一方、DaVinci Resolveのワークフローで最近主流となっているのが、「Color Space Transform」(カラースペース変換)というエフェクトを使った方法です。この方法は、入力色空間、出力色空間をそれぞれ設定し、DaVinci Resolveの広い色空間の中で処理をすることで、撮影素材のもつ階調を最大限活かした色調整ができるため、ここ数年その普及が進んでいます。
しかし、このフローの中で従来型のLUTを当ててしまうと、LUTとColor Space Transformの両方で色空間の変換をすることになるため、階調が破綻してしまいます。
そこで必要になるのが、色空間を変換する要素を抜き、色の癖だけを残した新方式のLog to Log形式のLUTです。この新方式のLUTであれば、Color Space Transformを使ったフローの中でも問題なく使用できるため、より上質な色調整が可能となり、SDR/ HDRなど出力色空間を問わず、さまざまな場面で活用できます。
RED Creative LUT Kitに収録されているLUTを見てみると、「REC709_BT1886」と書かれたものが、BT.1886用に設計された従来型のLUTだと分かります。
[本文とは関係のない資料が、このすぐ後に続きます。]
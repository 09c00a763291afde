// Every scenario key, declared once. Keep in step with the loader in
// sim/scenario.cpp (a test checks every declared key is read and documented).
#include "sim/scenario_keys.hpp"

namespace tocsin {

const std::vector<SectionSpec>& scenario_sections() {
    static const std::vector<SectionSpec> sections = {
        {"top level",
         "The scenario file.",
         {
             {"scenario_schema", KeyKind::integer, "", "", true, 1, 1, "Schema version of this file; must be 1."},
             {"name", KeyKind::text, "", "", true, -1e300, 1e300, "Short name shown on every report."},
             {"description", KeyKind::text, "", "", false, -1e300, 1e300, "The question the scenario answers, in plain words."},
             {"time_zone", KeyKind::text, "", "", true, -1e300, 1e300, "IANA zone of the hospital's wall clock, e.g. Europe/Berlin; naive timestamps and all local-time rules use it."},
             {"seed", KeyKind::integer, "", "1", false, 0, 9.2e18, "Seed of every random stream; same seed, same results."},
             {"score_label", KeyKind::text, "", "score", false, -1e300, 1e300, "What the score is called in reports, e.g. 'deterioration index'."},
             {"shifts", KeyKind::list, "", "", true, -1e300, 1e300, "The daily shifts, one item each (see shifts[])."},
             {"outcome", KeyKind::section, "", "", true, -1e300, 1e300, "What counts as catching a case (see outcome)."},
             {"population", KeyKind::section, "", "", true, -1e300, 1e300, "Where encounters and scores come from (see population)."},
             {"reporting", KeyKind::section, "", "", false, -1e300, 1e300, "Optional reporting period (see reporting)."},
             {"plans", KeyKind::list, "", "", true, -1e300, 1e300, "The candidate workflows to compare (see plans[])."},
             {"roles", KeyKind::list, "", "none", false, -1e300, 1e300, "Staff who answer notices, with rosters and minutes per task (see roles[]); without roles every notice counts as evaluated at once."},
             {"escalation", KeyKind::list, "", "none", false, -1e300, 1e300, "Where a task goes when nobody takes it up in time (see escalation[]); acyclic, one edge out of a role at most."},
         }},
        {"shifts[]",
         "One daily shift, named by its local start time; it ends when the next shift starts.",
         {
             {"name", KeyKind::text, "", "", true, -1e300, 1e300, "e.g. day, night."},
             {"starts", KeyKind::clock, "local time", "", true, -1e300, 1e300, "Local start time \"HH:MM\"."},
             {"night", KeyKind::flag, "", "false", false, -1e300, 1e300, "Counts towards 'per night' figures."},
         }},
        {"outcome",
         "A case is caught when its first qualifying action starts within [time zero - window, time zero - min_lead].",
         {
             {"window_hours", KeyKind::real, "hours", "24", false, 0.0166, 24 * 365, "How long before time zero an action can still count as a catch."},
             {"min_lead_minutes", KeyKind::real, "minutes", "0", false, 0, 60 * 24 * 30, "How long before time zero an action must start to count."},
         }},
        {"population",
         "Where the encounters and their scores come from.",
         {
             {"replay", KeyKind::section, "", "", true, -1e300, 1e300, "Replay a silent-mode log (see population.replay)."},
         }},
        {"population.replay",
         "Two CSV files (RFC 4180). Paths are relative to the scenario file.",
         {
             {"encounters", KeyKind::text, "path", "", true, -1e300, 1e300, "CSV with columns encounter,unit,admitted,discharged,outcome_at."},
             {"scores", KeyKind::text, "path", "", true, -1e300, 1e300, "CSV with columns encounter,scored_at,available_at,score."},
             {"latency_minutes", KeyKind::real, "minutes", "0", false, 0, 60 * 24, "Delay added to scored_at when available_at is empty."},
         }},
        {"reporting",
         "Limits per-shift figures to complete shifts inside a period (default: complete shifts between the first admission and the last discharge).",
         {
             {"from", KeyKind::text, "timestamp", "", false, -1e300, 1e300, "Start of the reporting period (timestamp)."},
             {"until", KeyKind::text, "timestamp", "", false, -1e300, 1e300, "End of the reporting period (timestamp, exclusive)."},
         }},
        {"plans[]",
         "One candidate workflow: a rule, a channel and who answers.",
         {
             {"name", KeyKind::text, "", "", true, -1e300, 1e300, "Unique plan name shown in every table."},
             {"description", KeyKind::text, "", "", false, -1e300, 1e300, "One line on what the plan is for."},
             {"channel", KeyKind::text, "", "page", false, -1e300, 1e300, "How a firing is delivered: page."},
             {"role", KeyKind::text, "", "responder", false, -1e300, 1e300, "Who answers the notice; when roles are declared, one of them."},
             {"queue", KeyKind::text, "", "fifo", false, -1e300, 1e300, "Order in which waiting tasks are taken up: fifo (first come) or priority (highest score first)."},
             {"at_shift_end", KeyKind::text, "", "hand_over", false, -1e300, 1e300, "An evaluation still in progress when its nurse's shift ends: hand_over (an incoming colleague continues it) or drop (abandoned and counted)."},
             {"rule", KeyKind::section, "", "", true, -1e300, 1e300, "When the plan fires (see plans[].rule)."},
         }},
        {"plans[].rule",
         "When a plan fires for an encounter. Only `threshold` is required.",
         {
             {"threshold", KeyKind::real, "score", "", true, -1e300, 1e300, "A score qualifies when >= threshold."},
             {"persistence", KeyKind::integer, "scores", "1", false, 1, 1000, "Fire only when the last k available scores all qualify."},
             {"snooze_minutes", KeyKind::real, "minutes", "none", false, 0, 60 * 24 * 60, "After a firing, no ordinary firing for this long."},
             {"rise", KeyKind::real, "score", "none", false, 1e-9, 1e300, "A score at least this much above the last firing's score fires at once, despite snooze and re-arm."},
             {"rearm_below", KeyKind::real, "score", "none", false, -1e300, 1e300, "After a firing, stay silent until a score below this is seen (must be <= threshold)."},
             {"max_per_shift", KeyKind::integer, "firings", "none", false, 1, 1000, "At most this many firings per encounter per shift, rises included."},
             {"quiet_from", KeyKind::clock, "local time", "none", false, -1e300, 1e300, "Start of daily quiet hours \"HH:MM\" (nothing fires)."},
             {"quiet_until", KeyKind::clock, "local time", "none", false, -1e300, 1e300, "End of daily quiet hours \"HH:MM\" (exclusive; may wrap midnight)."},
         }},
        {"roles[]",
         "One role that answers notices: a team on each unit or one for the hospital, its roster and its minutes per task.",
         {
             {"name", KeyKind::text, "", "", true, -1e300, 1e300, "e.g. rapid response nurse; plans and escalation edges name it."},
             {"team", KeyKind::text, "", "hospital", false, -1e300, 1e300, "hospital (one team for all units) or each_unit (a team of this roster on every unit)."},
             {"roster", KeyKind::section, "people", "", true, -1e300, 1e300, "Headcount on duty per shift, by shift name, e.g. {day: 2, night: 1}; every shift must be given."},
             {"roster_by_weekday", KeyKind::section, "people", "none", false, -1e300, 1e300, "Overrides for some weekdays, e.g. {saturday: {day: 1, night: 1}}; days not listed use roster."},
             {"minutes", KeyKind::section, "", "", true, -1e300, 1e300, "Minutes one evaluation takes (see roles[].minutes)."},
         }},
        {"roles[].minutes",
         "Minutes per task, drawn per task from a seeded stream. Give distribution and only the keys it uses.",
         {
             {"distribution", KeyKind::text, "", "", true, -1e300, 1e300, "fixed (minutes), exponential (mean), gamma (mean, sd), lognormal (median, spread) or empirical (values)."},
             {"minutes", KeyKind::real, "minutes", "", false, 0.001, 60 * 24, "fixed: every task takes this long."},
             {"mean", KeyKind::real, "minutes", "", false, 0.001, 60 * 24, "exponential, gamma: mean minutes per task."},
             {"sd", KeyKind::real, "minutes", "", false, 0.001, 60 * 24, "gamma: standard deviation of minutes per task."},
             {"median", KeyKind::real, "minutes", "", false, 0.001, 60 * 24, "lognormal: median minutes per task."},
             {"spread", KeyKind::real, "ratio", "", false, 1, 100, "lognormal: geometric sd; about 2 tasks in 3 take between median/spread and median*spread."},
             {"values", KeyKind::list, "minutes", "", false, -1e300, 1e300, "empirical: observed minutes, each equally likely, e.g. [5, 8, 12, 30]."},
         }},
        {"escalation[]",
         "One edge of the escalation graph: a task not taken up at `from` within the timeout moves to `to`.",
         {
             {"from", KeyKind::text, "", "", true, -1e300, 1e300, "Role the task waits at."},
             {"to", KeyKind::text, "", "", true, -1e300, 1e300, "Role it moves to."},
             {"after_minutes", KeyKind::real, "minutes", "", true, 0.001, 60 * 24 * 7, "Acknowledgement timeout at `from`."},
         }},
    };
    return sections;
}

}  // namespace tocsin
従来型には「709」もしくは「1886」の表記があり、その表記がないものがLog to Log形式となっています。
「Primaries」(プライマリー)のノードでベースの基本調整をし、従来型のLUTを当てるといったシンプルなノード構成となります。
CST INというラベルのノードで、REDの色空間をDaVinci Resolveの作業用の色空間に変換したあとに、CST OUTのノードで、一般的なRec.709の色空間に変換することで、ニュートラルなルックを作っています。その流れの中で、Log to Log形式のLUTを当てることで「癖」をつけるといったノード構成となります。
Log to Log形式のLUTを使用すれば、コントラストを上げることなく、色の癖だけをつけることができます。
LUT(BT.1886)を適用
カラースペース変換をするワークフローで従来型であるBT.1886のLUTを適用すると、二重で色空間を変換してしまうことになり、コントラストが強くなってしまいます。